Monday, November 22, 2010

For the record...

Since another post office enthusiast and photographic archivist -- indeed, a former Postmaster himself -- was recently harassed by a Postmaster in Missouri while taking a photograph of her post office (and given the experiences detailed in two previous posts), I feel compelled to specify what the laws (and postal regulations) say about post office photography.

On the issue of [exterior] post office photography:

So long as one is on public property, one may take photographs of whatever you please -- including federal buildings such as U.S. Post Offices. If that were prohibited, then Google Street View images would be blacked out around such facilities. You should see the high-resolution stuff they've got in Manhattan!

Nobody has the right to inspect any photographs you take from public property. The only exception is if law enforcement has probable cause to suspect that your photography is directly involved with some nefarious activity. (a.k.a. They have a specific reason to assume you're a terrorist.)

The only situation I can conceive for which that would apply to exterior postal photography is if one sits in the woods behind a post office, recording the activity of the trucks and the carriers for eight hours. THAT's kind of suspicious. Taking photos of the front?

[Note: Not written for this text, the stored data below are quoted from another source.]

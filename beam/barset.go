package beam

import (
	"cmp"
	"math"
	"slices"

	"soffit.example/bars"
	"soffit.example/units"
)

// barSet is a choice of longitudinal bars for one face: up to MaxLayers
// layers of one size, or of two with the larger at the corners, and bars of
// one size in the flange beside the web.
type barSet struct {
	barPlan
	used   int // layers
	count  int
	area   units.Area
	mass   float64 // kg/m
	sizes  int     // different sizes, 1 or 2
	widest float64 // m between neighbours of the first layer, of sets with bars beside the web

	judged, passes bool
	cover          units.Length // with which it was judged
}

// barPlan is what tells one set from another.
type barPlan struct {
	layers [MaxLayers][2]barGroup
	flange flangeRow // none where its count is zero
}

// barGroup is some bars of one size. A search makes thousands of sets, so
// they point at their sizes rather than hold them.
type barGroup struct {
	size  *bars.Size
	count int
}

// add puts a group into a layer.
func (b *barSet) add(layer int, size *bars.Size, count int) {
	if count == 0 {
		return
	}
	slot := 0
	if b.layers[layer][0].count > 0 {
		slot = 1
	}
	b.layers[layer][slot] = barGroup{size, count}
	b.used = max(b.used, layer+1)
	b.tally(size, count)
}

// beside puts bars into the flange beside the web.
func (b *barSet) beside(size *bars.Size, count int, spacing units.Length) {
	b.flange = flangeRow{size, count, spacing}
	b.tally(size, count)
}

// tally adds bars to what the set comes to.
func (b *barSet) tally(size *bars.Size, count int) {
	b.count += count
	b.area = b.area.Add(size.Area.Scale(float64(count)))
	b.mass += size.MassPerLength.In(units.KilogramPerMetre) * float64(count)
}

// inLayer is the number of bars in a layer of the web.
func (b *barSet) inLayer(i int) int { return b.layers[i][0].count + b.layers[i][1].count }

// rows is the number of marks that the set needs.
func (b *barSet) rows() int {
	return b.used*b.sizes + min(b.flange.count, 1)
}

// largest is the largest bar of the set.
func (b *barSet) largest() bars.Size {
	if b.used == 0 {
		return bars.Size{}
	}
	s := b.layers[0][0].size
	for i := range b.layers[:b.used] {
		for _, g := range b.layers[i] {
			if g.count > 0 && s.Diameter.Less(g.size.Diameter) {
				s = g.size
			}
		}
	}
	if b.flange.count > 0 && s.Diameter.Less(b.flange.size.Diameter) {
		s = b.flange.size
	}
	return *s
}

// names lists the set's bars for the reject log: its layers, and what lies
// beside the web.
func (b *barSet) names() (out [MaxLayers]LayerBars, beside LayerBars) {
	if b.flange.count > 0 {
		beside.Size[0], beside.Count[0] = b.flange.size.Name, b.flange.count
	}
	for i := range b.layers[:b.used] {
		for j, g := range b.layers[i] {
			if g.count > 0 {
				out[i].Size[j], out[i].Count[j] = g.size.Name, g.count
			}
		}
	}
	return out, beside
}

// appendLayers gives the set to package bars. The groups of the layers stand
// in groups, which must have room for them.
func (b *barSet) appendLayers(dst []bars.Layer, groups []bars.Group) []bars.Layer {
	groups = groups[:0]
	for i := range b.layers[:b.used] {
		first := len(groups)
		for _, g := range b.layers[i] {
			if g.count > 0 {
				groups = append(groups, bars.Group{Size: *g.size, Count: g.count})
			}
		}
		dst = append(dst, groups[first:len(groups):len(groups)])
	}
	return dst
}

// uniformSets appends every set of one size with at least fewest bars that
// fits into layers of most bars: a layer is filled before the next is begun,
// as far as upper bars can lie above lower ones symmetrically.
func uniformSets(dst []barSet, size *bars.Size, fewest, most, layers int) []barSet {
	for n := max(fewest, 2); n <= most*layers; n++ {
		split, ok := splitLayers(n, most, layers)
		if !ok {
			continue
		}
		b := barSet{sizes: 1}
		for i, k := range split {
			b.add(i, size, k)
		}
		dst = append(dst, b)
	}
	return dst
}

// splitLayers shares n bars among layers, the lowest fullest. An odd upper
// layer needs a middle bar below it.
func splitLayers(n, most, layers int) (split [MaxLayers]int, ok bool) {
	below := most
	for i := range layers {
		k := min(n, below)
		if rest := n - k; rest > 0 {
			// The layers above can be odd only over an odd layer.
			if k%2 == 0 && oddAbove(rest, k, layers-i-1) {
				k--
			}
		}
		if i > 0 && k%2 == 1 && split[i-1]%2 == 0 {
			return split, false
		}
		split[i] = k
		n -= k
		below = k
		if n == 0 {
			return split, true
		}
		if k < 1 {
			return split, false
		}
	}
	return split, false
}

// oddAbove reports whether rest bars over a layer of k need an odd layer
// somewhere: they do if rest is odd.
func oddAbove(rest, k, layers int) bool { return layers > 0 && k > 0 && rest%2 == 1 }

// mixedSets appends sets of two neighbouring sizes: an even number of the
// larger one outermost in the first layer with the smaller between, no more
// in all than of the smaller alone would fit, or the larger one below and the
// smaller above.
func mixedSets(dst []barSet, larger, smaller *bars.Size, least units.Area, mostLarger, mostSmaller, layers int) []barSet {
	enough := func(a, b int) bool {
		return !larger.Area.Scale(float64(a)).Add(smaller.Area.Scale(float64(b + 1))).Less(least)
	}
	for a := 2; a <= mostLarger && a < mostSmaller; a += 2 {
		for b := 1; a+b <= mostSmaller; b++ {
			if !enough(a, b) {
				continue
			}
			s := barSet{sizes: 2}
			s.add(0, larger, a)
			s.add(0, smaller, b)
			dst = append(dst, s)
		}
	}
	if layers < 2 {
		return dst
	}
	for a := 2; a <= mostLarger; a++ {
		for b := 2 - a%2; b <= a; b++ {
			if a%2 == 0 && b%2 == 1 || !enough(a, b) {
				continue
			}
			s := barSet{sizes: 2}
			s.add(0, larger, a)
			s.add(1, smaller, b)
			dst = append(dst, s)
		}
	}
	return dst
}

// sortSets puts light sets first, and among equals the one with fewer bars, in
// fewer layers, closer together over web and flange.
func sortSets(sets []barSet) {
	slices.SortStableFunc(sets, func(a, b barSet) int {
		return cmp.Or(cmp.Compare(a.mass, b.mass), cmp.Compare(a.count, b.count), cmp.Compare(a.used, b.used), cmp.Compare(a.widest, b.widest))
	})
}

// flangeRoom is the room for bars in the flange beside the web at a face.
type flangeRoom struct {
	sides int          // of the web that have a flange: 0 to 2
	web   units.Length // between the outermost bars of the web
	reach units.Length // on each side from the outermost bar of the web to the last that a flange bar may lie
	least units.Length // between bars
}

// mostBeside is the most bars that the search puts into the flange on each side.
const mostBeside = 12

// withFlange replaces sets, all of one size, by sets with bars of a size in the
// flange beside the web too, evenly over the room there is, at spacings that
// are multiples of a step where that is not too coarse. Of sets with as many
// bars in all and as many above the first layer, it makes the one whose widest
// distance between neighbours is least: they weigh the same and bend the same.
// Those that come to less than an area, for want of more than one bar a side,
// are left out.
func (r flangeRoom) withFlange(sets []barSet, size *bars.Size, least units.Area, step units.Length) []barSet {
	if r.sides == 0 {
		return sets
	}
	type like struct{ count, upper int }
	at := make(map[like]int)
	var out []barSet
	for i := range sets {
		for m := 1; m <= mostBeside; m++ {
			spacing := r.reach.Scale(1 / float64(m))
			if even := step.Scale(math.Floor(spacing.Ratio(step) + 1e-9)); !even.Less(step) && !even.Less(r.least) {
				spacing = even
			}
			if !r.least.AtMost(spacing) {
				break
			}
			b := sets[i]
			upper := b.count - b.inLayer(0)
			b.beside(size, m*r.sides, spacing)
			b.widest = spacing.Max(r.web.Scale(1 / float64(b.inLayer(0)-1))).In(units.Metre)
			if b.area.Add(size.Area.Scale(float64(r.sides))).Less(least) {
				continue
			}
			k, found := at[like{b.count, upper}]
			switch {
			case !found:
				at[like{b.count, upper}] = len(out)
				out = append(out, b)
			case b.widest < out[k].widest:
				out[k] = b
			}
		}
	}
	if len(out) == 0 {
		return sets
	}
	return out
}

That's absolutely fine.

Photography policy: inside post offices...

Postal Operations Manual
§ 124.58 Photographs for News, Advertising, or Commercial Purposes
Photographs for news purposes may be taken in entrances, lobbies, foyers, corridors, or auditoriums when used for public meetings, except as prohibited by official signs, the directions of postal police officers, other authorized personnel, or a federal court order or rule. Other photographs may be taken only with the permission of the local postmaster or installation head.

(So yes, you can be restricted from taking photographs inside post offices, even just of murals, and even if it's just for archival purposes. If they do allow you to do so, they have the right to set whatever restrictions they so choose. Let's just hope they're friendlier and better informed than some of the places I've recently visited, then!)

P.S. In the case of the post office in Missouri, the Postmaster yelled at my friend, declared that his reason for taking a photo of the post office ("It's my hobby.") wasn't good enough, and copied down his license plate number to report to law enforcement. Of course, absolutely nothing became of that since she had no right to pull that garbage to begin with.